Saved entries
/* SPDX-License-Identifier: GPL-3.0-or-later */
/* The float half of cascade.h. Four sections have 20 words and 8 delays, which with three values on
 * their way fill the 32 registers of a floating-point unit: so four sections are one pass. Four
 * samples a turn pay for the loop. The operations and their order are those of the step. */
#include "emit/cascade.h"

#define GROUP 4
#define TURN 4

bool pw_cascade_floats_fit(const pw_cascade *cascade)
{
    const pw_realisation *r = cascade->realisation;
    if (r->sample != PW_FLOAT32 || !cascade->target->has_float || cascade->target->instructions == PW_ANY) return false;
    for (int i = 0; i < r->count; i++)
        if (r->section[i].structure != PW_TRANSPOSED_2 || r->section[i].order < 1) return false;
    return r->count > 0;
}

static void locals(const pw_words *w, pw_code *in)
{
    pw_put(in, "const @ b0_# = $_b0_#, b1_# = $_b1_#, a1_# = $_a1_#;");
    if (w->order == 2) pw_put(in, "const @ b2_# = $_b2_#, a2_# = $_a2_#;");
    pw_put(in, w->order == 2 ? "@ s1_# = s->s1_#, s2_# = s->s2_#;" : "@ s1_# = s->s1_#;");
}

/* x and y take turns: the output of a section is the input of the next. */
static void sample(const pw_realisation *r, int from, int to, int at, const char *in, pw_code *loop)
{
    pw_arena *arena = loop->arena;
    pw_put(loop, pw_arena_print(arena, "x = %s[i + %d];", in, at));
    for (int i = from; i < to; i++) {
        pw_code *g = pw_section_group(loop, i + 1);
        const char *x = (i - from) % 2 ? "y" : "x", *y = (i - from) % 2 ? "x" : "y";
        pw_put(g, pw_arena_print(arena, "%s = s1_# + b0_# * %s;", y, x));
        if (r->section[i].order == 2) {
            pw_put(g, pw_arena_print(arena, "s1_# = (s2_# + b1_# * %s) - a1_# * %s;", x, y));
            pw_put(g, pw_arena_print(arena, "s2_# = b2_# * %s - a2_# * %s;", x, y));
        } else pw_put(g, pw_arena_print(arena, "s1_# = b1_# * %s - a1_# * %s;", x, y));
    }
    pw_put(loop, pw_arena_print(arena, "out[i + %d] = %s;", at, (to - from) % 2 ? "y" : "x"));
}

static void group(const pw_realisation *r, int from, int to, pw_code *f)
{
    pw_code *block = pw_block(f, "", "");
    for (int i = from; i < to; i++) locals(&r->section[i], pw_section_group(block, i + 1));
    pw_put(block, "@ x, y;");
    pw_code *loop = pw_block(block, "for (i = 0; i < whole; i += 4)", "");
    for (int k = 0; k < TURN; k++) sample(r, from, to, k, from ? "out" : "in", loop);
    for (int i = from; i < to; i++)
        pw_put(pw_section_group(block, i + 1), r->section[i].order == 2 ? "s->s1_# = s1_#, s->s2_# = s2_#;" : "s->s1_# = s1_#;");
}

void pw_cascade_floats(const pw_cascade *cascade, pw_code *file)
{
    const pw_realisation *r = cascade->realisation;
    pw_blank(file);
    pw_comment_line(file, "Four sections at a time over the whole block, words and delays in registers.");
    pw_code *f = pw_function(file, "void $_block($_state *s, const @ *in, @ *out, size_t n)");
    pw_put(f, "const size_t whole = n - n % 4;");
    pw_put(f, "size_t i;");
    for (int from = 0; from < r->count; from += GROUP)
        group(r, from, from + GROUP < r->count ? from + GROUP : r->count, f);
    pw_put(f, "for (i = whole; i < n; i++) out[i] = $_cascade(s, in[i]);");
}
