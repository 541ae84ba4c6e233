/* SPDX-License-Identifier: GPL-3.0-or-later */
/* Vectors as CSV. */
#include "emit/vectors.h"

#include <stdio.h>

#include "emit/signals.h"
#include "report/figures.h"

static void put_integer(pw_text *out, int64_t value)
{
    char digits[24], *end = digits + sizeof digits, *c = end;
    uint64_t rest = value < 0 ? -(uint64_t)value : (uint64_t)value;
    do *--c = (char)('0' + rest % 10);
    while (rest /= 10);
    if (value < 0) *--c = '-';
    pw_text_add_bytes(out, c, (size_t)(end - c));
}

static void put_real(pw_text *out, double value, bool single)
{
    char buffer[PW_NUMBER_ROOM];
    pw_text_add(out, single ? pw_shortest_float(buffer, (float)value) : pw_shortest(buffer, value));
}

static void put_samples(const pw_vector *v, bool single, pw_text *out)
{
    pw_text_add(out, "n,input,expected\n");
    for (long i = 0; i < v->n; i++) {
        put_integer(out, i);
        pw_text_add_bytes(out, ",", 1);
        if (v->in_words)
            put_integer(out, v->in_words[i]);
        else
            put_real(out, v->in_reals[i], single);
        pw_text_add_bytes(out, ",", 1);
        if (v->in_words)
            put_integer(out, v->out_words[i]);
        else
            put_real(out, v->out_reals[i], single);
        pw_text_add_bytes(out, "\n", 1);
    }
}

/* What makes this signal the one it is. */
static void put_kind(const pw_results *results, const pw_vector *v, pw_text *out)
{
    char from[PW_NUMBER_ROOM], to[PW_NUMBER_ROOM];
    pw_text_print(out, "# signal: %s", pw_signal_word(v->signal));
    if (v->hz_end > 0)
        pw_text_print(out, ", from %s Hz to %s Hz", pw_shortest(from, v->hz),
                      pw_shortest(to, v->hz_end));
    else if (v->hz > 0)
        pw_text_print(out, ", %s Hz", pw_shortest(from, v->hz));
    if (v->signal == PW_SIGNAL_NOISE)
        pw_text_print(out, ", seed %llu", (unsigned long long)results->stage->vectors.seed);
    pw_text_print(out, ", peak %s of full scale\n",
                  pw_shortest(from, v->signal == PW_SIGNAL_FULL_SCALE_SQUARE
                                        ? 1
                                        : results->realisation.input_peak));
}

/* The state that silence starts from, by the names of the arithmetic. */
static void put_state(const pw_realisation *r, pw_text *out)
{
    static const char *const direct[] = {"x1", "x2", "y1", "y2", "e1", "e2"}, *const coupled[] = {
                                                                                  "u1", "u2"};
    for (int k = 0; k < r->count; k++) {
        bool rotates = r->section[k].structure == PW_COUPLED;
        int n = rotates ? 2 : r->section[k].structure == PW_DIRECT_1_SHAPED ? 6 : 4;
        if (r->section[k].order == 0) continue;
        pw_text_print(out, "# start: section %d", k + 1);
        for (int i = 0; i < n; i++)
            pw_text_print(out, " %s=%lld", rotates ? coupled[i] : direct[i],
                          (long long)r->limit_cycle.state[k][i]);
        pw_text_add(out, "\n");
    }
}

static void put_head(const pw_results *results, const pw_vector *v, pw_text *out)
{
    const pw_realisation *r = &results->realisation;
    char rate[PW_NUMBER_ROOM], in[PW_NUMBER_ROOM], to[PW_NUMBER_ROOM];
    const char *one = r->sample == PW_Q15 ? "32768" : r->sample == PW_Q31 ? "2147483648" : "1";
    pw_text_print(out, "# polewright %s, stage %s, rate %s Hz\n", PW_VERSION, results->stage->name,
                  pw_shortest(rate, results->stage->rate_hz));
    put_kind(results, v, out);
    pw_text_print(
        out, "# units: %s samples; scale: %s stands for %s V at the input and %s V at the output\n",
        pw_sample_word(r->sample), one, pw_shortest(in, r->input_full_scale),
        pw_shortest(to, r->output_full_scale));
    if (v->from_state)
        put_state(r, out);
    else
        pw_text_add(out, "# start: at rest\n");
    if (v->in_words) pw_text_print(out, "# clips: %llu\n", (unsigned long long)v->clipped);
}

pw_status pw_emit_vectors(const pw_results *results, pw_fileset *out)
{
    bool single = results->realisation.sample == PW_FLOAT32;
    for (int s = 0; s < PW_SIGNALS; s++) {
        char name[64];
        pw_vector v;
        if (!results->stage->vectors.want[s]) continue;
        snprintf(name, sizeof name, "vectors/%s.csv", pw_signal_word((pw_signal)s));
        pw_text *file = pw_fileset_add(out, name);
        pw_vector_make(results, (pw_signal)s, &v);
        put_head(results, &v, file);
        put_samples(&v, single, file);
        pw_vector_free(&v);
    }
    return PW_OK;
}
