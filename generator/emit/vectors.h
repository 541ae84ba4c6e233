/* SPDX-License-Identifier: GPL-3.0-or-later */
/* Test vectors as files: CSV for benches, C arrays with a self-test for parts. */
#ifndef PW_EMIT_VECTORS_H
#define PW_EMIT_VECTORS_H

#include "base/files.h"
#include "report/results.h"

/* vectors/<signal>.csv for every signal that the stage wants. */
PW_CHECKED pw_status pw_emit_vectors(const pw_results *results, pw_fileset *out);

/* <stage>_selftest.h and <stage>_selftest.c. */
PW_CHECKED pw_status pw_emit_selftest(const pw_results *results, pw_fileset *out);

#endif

* **EXERCISE**
Up to and including the last line above, starting with the line that contains "and <stage>_selftest.c. */", return each line exactly and nothing else.

* **OUTPUT FOR THIS EXERCISE**
/* <stage>_selftest.h and <stage>_selftest.c. */
PW_CHECKED pw_status pw_emit_selftest(const pw_results *results, pw_fileset *out);

#endif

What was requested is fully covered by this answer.